Ricerca: così l’Italia sta perdendo il futuro. E anche per l’Occidente non ci sono buone notizie

Un report Istat, pubblicato lo scorso novembre, avvertiva che un miliardo di investimenti in ricerca e sviluppo in più, avrebbe fatto crescere il PIL più del famigerato reddito di cittadinanza. Parole cadute, come da molti anni a questa parte, nel vuoto. Già, perché gli investimenti italiani in ricerca sono nettamente inferiori di quelli della media UE.  L’obiettivo della Commissione europea per il 2020 è di arrivare a investimenti in ricerca e sviluppi pari al 3% del PIL. Una media dalla quale siamo, al momento assai lontani. L’Italia spende infatti appena l’1,35% del suo prodotto interno lordo nella ricerca, una percentuale che ci pone assai lontani da Paesi come Svezia, Austria, Danimarca o Germania, tutti sopra al 3%. Una dinamica che costringe alcune delle nostre migliori menti a emigrare e condannare il Belpaese a un lento, ma inesorabile declino.

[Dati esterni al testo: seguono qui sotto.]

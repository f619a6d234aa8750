"""From verdicts to evidence: counts, length buckets with intervals, and the recommendation."""

from __future__ import annotations

import math
from collections.abc import Sequence
from typing import Any

import pandas as pd

from .verdicts import FAILED, VERDICTS

DEFAULT_EDGES = (1, 11, 21, 31, 41)  # buckets 1-10, 11-20, 21-30, 31-40, 41+
BUCKET_BY = ("ref-words", "source-words", "ref-tokens", "source-tokens")


def parse_edges(text: str) -> tuple[int, ...]:
    """'1,11,21,31,41' -> lower edges of the buckets (each bucket runs to the next edge minus one)."""
    try:
        edges = tuple(int(x) for x in text.split(",") if x.strip())
    except ValueError as exc:
        raise ValueError(f"bucket edges must be integers separated by commas, got {text!r}") from exc
    if not edges or list(edges) != sorted(set(edges)) or edges[0] < 0:
        raise ValueError(f"bucket edges must be increasing non-negative integers, got {text!r}")
    return edges


def bucket_labels(edges: Sequence[int]) -> list[str]:
    labels = []
    for k, lo in enumerate(edges):
        labels.append(f"{lo}-{edges[k + 1] - 1}" if k + 1 < len(edges) else f"{lo}+")
    return labels


def assign_bucket(length: int, edges: Sequence[int]) -> str:
    labels = bucket_labels(edges)
    if length < edges[0]:
        return f"<{edges[0]}"
    k = 0
    while k + 1 < len(edges) and length >= edges[k + 1]:
        k += 1
    return labels[k]


def wilson_interval(k: int, n: int, z: float = 1.959963984540054) -> tuple[float, float]:
    """Wilson score interval for a binomial proportion (Wilson 1927; z for 95%)."""
    if n == 0:
        return (float("nan"), float("nan"))
    p = k / n
    denom = 1 + z * z / n
    centre = (p + z * z / (2 * n)) / denom
    half = z * math.sqrt(p * (1 - p) / n + z * z / (4 * n * n)) / denom
    return (max(0.0, centre - half), min(1.0, centre + half))


def verdict_counts(verdicts: pd.Series) -> dict[str, int]:
    vc = verdicts.value_counts()
    return {v: int(vc.get(v, 0)) for v in VERDICTS}


def search_share(counts: dict[str, int]) -> tuple[int, int]:
    """(search rows, decided rows): the share's numerator and denominator (search + model + tie)."""
    n = counts.get("search", 0) + counts.get("model", 0) + counts.get("tie", 0)
    return counts.get("search", 0), n


def bucket_table(frame: pd.DataFrame, edges: Sequence[int]) -> pd.DataFrame:
    """Counts and shares of each verdict per bucket, with a 95% Wilson interval on the search share."""
    order = ([f"<{edges[0]}"] if (frame["bucket_length"] < edges[0]).any() else []) + bucket_labels(edges)
    rows = []
    for label in order:
        part = frame[frame["bucket"] == label]
        counts = verdict_counts(part["verdict"])
        k, n = search_share(counts)
        lo, hi = wilson_interval(k, n)
        failed = sum(counts[v] for v in FAILED)
        row: dict[str, Any] = {"range": label, "rows": len(part), "failed": failed}
        row.update(counts)
        row["search_share"] = k / n if n else float("nan")
        row["search_low"], row["search_high"] = lo, hi
        rows.append(row)
    return pd.DataFrame(rows)


def recommend(counts: dict[str, int], evidence: dict[str, Any] | None = None, min_rows: int = 10) -> dict[str, Any]:
    """The recommended action and the numbers it rests on.

    Without sweep evidence the rule reads the verdict mix alone; with evidence from wider
    beams or other length penalties (see sweeps.py) it asks whether the change would pay.
    """
    evidence = evidence or {}
    k, n = search_share(counts)
    model = counts.get("model", 0)
    failed = sum(counts.get(v, 0) for v in FAILED)
    if n < min_rows:
        return {
            "action": "inconclusive",
            "because": f"only {n} failed rows could be compared (need at least {min_rows})",
            "missing": ["more failed rows"],
        }
    s_share, m_share = k / n, model / n
    lp = evidence.get("length_penalty")
    if lp and lp.get("flip_share", 0) >= 0.3 and lp.get("short_share", 0) >= 0.5 and m_share >= 0.5:
        return {
            "action": "tune-length-penalty",
            "because": (
                f"{m_share:.0%} of compared failures are model-side, {lp['short_share']:.0%} of them shorter "
                f"than the reference, and {lp['flip_share']:.0%} flip to search-side at "
                f"{lp['best_penalty']} alpha {lp['best_alpha']:g}"
            ),
        }
    widen = evidence.get("widen")
    if s_share >= 0.5:
        if widen:
            best = max(widen, key=lambda w: w["resolved_share"])
            if best["resolved_share"] >= 0.25:
                return {
                    "action": "widen-beam",
                    "because": (
                        f"widen to {best['beam']}: resolves {best['resolved_share']:.0%} of search-side rows, "
                        f"{best['corpus_delta']:+.1f} {best['metric']} on the dev set, "
                        f"{best['time_ratio']:.1f}x decode time"
                    ),
                }
            return {
                "action": "inconclusive",
                "because": (
                    f"{s_share:.0%} of compared failures are search-side, but widening to {best['beam']} "
                    f"resolves only {best['resolved_share']:.0%} of them"
                ),
                "missing": ["a wider beam or another length penalty that recovers the references"],
            }
        return {
            "action": "widen-beam",
            "because": f"{s_share:.0%} of compared failures are search-side ({k} of {n}); not yet confirmed "
            "by re-decoding (run with --widen)",
            "missing": ["re-decoding with a wider beam (--widen)"],
        }
    if m_share >= 0.5:
        because = f"{m_share:.0%} of compared failures are model-side ({model} of {n})"
        if widen:
            best = max(widen, key=lambda w: w["resolved_share"])
            because += f" and widening to {best['beam']} resolves {best['resolved_share']:.0%} of search-side rows"
        return {"action": "fix-model", "because": because}
    return {
        "action": "inconclusive",
        "because": f"failures split: {s_share:.0%} search-side, {m_share:.0%} model-side of {n} compared "
        f"({failed} failed rows in all)",
        "missing": ["re-decoding with a wider beam (--widen)", "a length-penalty sweep"],
    }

Gli scarsi investimenti in ricerca come riflesso della nostra democrazia

Ma perché, malgrado si continua puntualmente a parlare dell’urgenza di investimenti in questo settore, tutte le speranze vengono puntualmente disattese? «Avviene principalmente per la pessima qualità della democrazia italiana che è attenta solo al medio periodo e non al lungo. O meno prosicamente, che è sempre in ostaggio di risse partitocratiche e corporative che non favoriscono gli investimenti a lungo termine» afferma il Presidente dell’Associazione Luca Coscioni Marco Cappato che aggiunge «Tutti ne parlano, c’è sicuramente attenzione, ma non avendo questi investimenti ritorni sull’immediato, non sono elettoralmente convenienti». Una dinamica si cui sembra essersi accorta anche la UE che ha fissato, non a caso, l’obiettivo per il 2020 per il nostro Paesedi portare la spesa all’1,53% del PIL. Un target che non è detto che riusciremo a raggiungere e che ha un prezzo economico evidente.

Così gli scarsi investimenti in ricerca mettono in crisi le democrazie liberali

«I mancati investimenti in ricerca sono devastanti dal punto di vista economico e purtroppo lo saranno sempre di più, perché l’incidenza della scienza e della tecnologia nella nostra vita è esponenzialmente più massiccia. Si pensi, ad esempio, alle nuove sfide della genomica o dell’intelligenza artificiale, la scienza influisce sempre più anche sulla natura umana, sono processi che vanno dritti al cuore dell’essere umano e della società e perdere questi treni avrà prezzi molto alti» ci racconta Cappato, che lancia un monito valido per tutto l’occidente e tutte le democrazie liberali perché «sono i regimi dittatoriali quello che investono di più, proprio perchè non hanno “il problema” del consenso elettorale, si pensi ad esempio agli investimenti messi in campo dalla Cina. Questa è una delle dinamiche che influisce, e influirà sempre più, sulla crisi delle democrazie liberali: c’è bisogno di un immediato cambio di passo».

Ricerca: il nodo dell’istruzione

Un problema che, nel nostro Paese, va di pari passo con il nodo dell’istruzione. L’Italia ha speso infatti appena il 3,8% del PIL nel 2017 in educazione, quasi un punto al di sotto della media UE fissata al 4,6%. Una percentuale distante, anche in questo caso anni luce da quella svedese con un investimento del 6,8% del PIL, danese o belga (rispettivamente 6,5 e 6,3% del PIL). Ma non solo: in questo settore il Belpaese riesce a far peggio anche di Grecia e Spagna, ponendosi fra i fanalini di coda dell’Unione.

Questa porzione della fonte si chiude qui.